> _To do_: Somewhere below is a line with "size_t *n, lk_error" and, later, a line with "lk_code (*audit_list)(void *h, uint64_t"; repeat those two lines and all the lines between them, exactly as they are.
>>
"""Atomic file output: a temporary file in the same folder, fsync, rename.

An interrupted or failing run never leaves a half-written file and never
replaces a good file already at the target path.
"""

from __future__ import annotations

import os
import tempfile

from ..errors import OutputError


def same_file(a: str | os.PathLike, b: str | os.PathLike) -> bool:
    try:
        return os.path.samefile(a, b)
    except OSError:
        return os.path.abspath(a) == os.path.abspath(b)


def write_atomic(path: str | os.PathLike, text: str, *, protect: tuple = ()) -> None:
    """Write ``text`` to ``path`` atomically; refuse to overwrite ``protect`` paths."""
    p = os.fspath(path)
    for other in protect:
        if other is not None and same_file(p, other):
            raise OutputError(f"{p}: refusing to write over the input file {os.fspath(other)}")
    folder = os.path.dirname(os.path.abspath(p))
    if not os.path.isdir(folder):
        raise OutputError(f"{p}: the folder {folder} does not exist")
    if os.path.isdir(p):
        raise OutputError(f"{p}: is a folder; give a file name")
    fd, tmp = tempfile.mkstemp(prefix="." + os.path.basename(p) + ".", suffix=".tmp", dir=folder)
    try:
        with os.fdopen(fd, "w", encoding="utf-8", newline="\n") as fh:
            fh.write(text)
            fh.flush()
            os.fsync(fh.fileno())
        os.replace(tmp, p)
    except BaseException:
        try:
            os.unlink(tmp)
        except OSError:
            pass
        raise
<<
>>
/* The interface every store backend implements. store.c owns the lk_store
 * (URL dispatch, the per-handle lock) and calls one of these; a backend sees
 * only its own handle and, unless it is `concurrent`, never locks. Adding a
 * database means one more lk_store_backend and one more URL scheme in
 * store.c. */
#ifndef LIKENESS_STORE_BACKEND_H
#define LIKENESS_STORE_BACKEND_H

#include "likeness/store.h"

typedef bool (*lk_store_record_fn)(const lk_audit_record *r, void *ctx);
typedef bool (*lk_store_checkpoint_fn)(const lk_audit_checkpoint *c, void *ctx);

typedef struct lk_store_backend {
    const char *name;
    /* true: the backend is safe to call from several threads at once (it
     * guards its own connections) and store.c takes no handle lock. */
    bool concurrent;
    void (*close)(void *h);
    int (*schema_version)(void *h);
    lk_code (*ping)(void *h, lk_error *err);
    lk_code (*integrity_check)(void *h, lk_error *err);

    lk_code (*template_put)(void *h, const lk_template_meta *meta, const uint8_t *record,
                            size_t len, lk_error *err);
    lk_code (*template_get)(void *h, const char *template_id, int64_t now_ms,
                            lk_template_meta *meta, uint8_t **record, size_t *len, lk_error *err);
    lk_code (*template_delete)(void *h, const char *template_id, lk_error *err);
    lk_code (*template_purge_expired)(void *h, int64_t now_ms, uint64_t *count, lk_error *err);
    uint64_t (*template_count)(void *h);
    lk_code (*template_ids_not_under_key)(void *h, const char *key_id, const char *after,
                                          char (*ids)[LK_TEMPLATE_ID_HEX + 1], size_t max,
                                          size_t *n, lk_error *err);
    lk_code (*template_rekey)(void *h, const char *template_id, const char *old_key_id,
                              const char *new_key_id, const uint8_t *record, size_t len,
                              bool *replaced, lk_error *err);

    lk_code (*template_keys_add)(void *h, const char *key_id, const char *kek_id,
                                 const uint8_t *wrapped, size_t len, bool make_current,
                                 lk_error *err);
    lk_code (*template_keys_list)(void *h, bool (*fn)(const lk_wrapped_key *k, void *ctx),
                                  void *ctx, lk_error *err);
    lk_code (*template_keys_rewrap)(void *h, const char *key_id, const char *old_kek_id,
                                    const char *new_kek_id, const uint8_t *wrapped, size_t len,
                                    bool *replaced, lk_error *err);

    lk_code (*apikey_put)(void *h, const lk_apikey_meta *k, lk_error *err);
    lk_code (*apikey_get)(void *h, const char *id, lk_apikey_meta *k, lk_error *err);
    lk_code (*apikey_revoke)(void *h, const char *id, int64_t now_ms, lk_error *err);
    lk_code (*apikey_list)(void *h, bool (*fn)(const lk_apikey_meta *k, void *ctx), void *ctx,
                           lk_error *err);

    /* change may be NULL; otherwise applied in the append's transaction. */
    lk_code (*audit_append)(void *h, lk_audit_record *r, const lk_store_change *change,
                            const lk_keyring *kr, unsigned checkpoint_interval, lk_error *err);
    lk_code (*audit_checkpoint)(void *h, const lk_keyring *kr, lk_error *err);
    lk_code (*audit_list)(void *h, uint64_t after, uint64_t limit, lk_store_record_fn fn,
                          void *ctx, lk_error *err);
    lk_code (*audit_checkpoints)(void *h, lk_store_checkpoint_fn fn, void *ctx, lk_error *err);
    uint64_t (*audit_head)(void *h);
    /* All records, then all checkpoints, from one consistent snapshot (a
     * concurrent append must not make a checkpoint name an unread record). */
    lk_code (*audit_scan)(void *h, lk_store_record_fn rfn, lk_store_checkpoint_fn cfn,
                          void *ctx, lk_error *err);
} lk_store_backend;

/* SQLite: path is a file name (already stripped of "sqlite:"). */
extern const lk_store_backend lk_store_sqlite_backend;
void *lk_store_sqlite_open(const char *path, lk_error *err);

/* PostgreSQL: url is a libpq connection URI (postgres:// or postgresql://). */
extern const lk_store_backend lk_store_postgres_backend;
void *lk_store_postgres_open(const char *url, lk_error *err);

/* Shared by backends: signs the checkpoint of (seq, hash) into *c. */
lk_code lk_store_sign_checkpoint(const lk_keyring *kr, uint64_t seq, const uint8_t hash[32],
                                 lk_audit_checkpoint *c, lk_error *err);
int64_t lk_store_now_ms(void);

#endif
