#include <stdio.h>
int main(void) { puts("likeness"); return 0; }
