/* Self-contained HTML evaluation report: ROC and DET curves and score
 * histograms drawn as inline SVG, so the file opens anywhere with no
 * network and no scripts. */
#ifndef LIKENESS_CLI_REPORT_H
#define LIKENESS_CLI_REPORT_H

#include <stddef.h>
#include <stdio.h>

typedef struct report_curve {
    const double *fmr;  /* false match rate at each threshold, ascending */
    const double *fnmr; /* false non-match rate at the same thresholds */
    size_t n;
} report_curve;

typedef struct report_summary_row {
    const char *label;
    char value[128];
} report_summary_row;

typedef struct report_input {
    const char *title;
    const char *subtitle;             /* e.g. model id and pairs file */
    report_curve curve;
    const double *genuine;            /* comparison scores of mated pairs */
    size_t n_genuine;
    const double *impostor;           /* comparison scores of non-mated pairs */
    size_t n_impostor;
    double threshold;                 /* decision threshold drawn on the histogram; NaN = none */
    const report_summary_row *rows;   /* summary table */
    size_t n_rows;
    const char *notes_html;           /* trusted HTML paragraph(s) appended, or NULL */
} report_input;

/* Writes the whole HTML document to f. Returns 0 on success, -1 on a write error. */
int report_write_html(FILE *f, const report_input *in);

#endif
<<
>>
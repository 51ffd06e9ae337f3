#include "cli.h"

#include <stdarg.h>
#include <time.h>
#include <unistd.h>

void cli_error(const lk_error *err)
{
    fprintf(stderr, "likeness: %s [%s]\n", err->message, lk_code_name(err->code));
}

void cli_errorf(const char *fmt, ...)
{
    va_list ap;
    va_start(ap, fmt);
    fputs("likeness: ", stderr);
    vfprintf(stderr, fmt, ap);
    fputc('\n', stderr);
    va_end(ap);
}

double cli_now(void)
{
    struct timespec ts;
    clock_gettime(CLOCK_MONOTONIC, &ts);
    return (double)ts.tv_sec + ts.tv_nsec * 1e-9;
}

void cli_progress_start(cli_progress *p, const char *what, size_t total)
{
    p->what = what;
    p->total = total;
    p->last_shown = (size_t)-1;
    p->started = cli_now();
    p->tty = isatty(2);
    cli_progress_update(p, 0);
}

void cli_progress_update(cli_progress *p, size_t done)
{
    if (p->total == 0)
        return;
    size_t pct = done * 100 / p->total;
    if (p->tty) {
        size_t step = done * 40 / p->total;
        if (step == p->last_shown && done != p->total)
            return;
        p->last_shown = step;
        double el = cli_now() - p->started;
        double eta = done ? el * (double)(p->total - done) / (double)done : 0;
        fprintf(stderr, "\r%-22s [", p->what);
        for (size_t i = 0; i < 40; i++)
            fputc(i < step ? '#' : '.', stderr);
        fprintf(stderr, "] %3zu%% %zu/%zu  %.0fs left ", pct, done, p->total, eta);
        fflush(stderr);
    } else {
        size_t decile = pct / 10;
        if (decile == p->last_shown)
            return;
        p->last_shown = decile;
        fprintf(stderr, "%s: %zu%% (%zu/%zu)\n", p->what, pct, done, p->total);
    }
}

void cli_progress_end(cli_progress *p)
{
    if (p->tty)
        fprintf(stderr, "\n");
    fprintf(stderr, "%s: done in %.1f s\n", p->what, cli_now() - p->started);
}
<<
> _Solution for this task_:
                                          size_t *n, lk_error *err);
    lk_code (*template_rekey)(void *h, const char *template_id, const char *old_key_id,
                              const char *new_key_id, const uint8_t *record, size_t len,
                              bool *replaced, lk_error *err);

    lk_code (*template_keys_add)(void *h, const char *key_id, const char *kek_id,
                                 const uint8_t *wrapped, size_t len, bool make_current,
                                 lk_error *err);
    lk_code (*template_keys_list)(void *h, bool (*fn)(const lk_wrapped_key *k, void *ctx),
                                  void *ctx, lk_error *err);
    lk_code (*template_keys_rewrap)(void *h, const char *key_id, const char *old_kek_id,
                                    const char *new_kek_id, const uint8_t *wrapped, size_t len,
                                    bool *replaced, lk_error *err);

    lk_code (*apikey_put)(void *h, const lk_apikey_meta *k, lk_error *err);
    lk_code (*apikey_get)(void *h, const char *id, lk_apikey_meta *k, lk_error *err);
    lk_code (*apikey_revoke)(void *h, const char *id, int64_t now_ms, lk_error *err);
    lk_code (*apikey_list)(void *h, bool (*fn)(const lk_apikey_meta *k, void *ctx), void *ctx,
                           lk_error *err);

    /* change may be NULL; otherwise applied in the append's transaction. */
    lk_code (*audit_append)(void *h, lk_audit_record *r, const lk_store_change *change,
                            const lk_keyring *kr, unsigned checkpoint_interval, lk_error *err);
    lk_code (*audit_checkpoint)(void *h, const lk_keyring *kr, lk_error *err);
    lk_code (*audit_list)(void *h, uint64_t after, uint64_t limit, lk_store_record_fn fn,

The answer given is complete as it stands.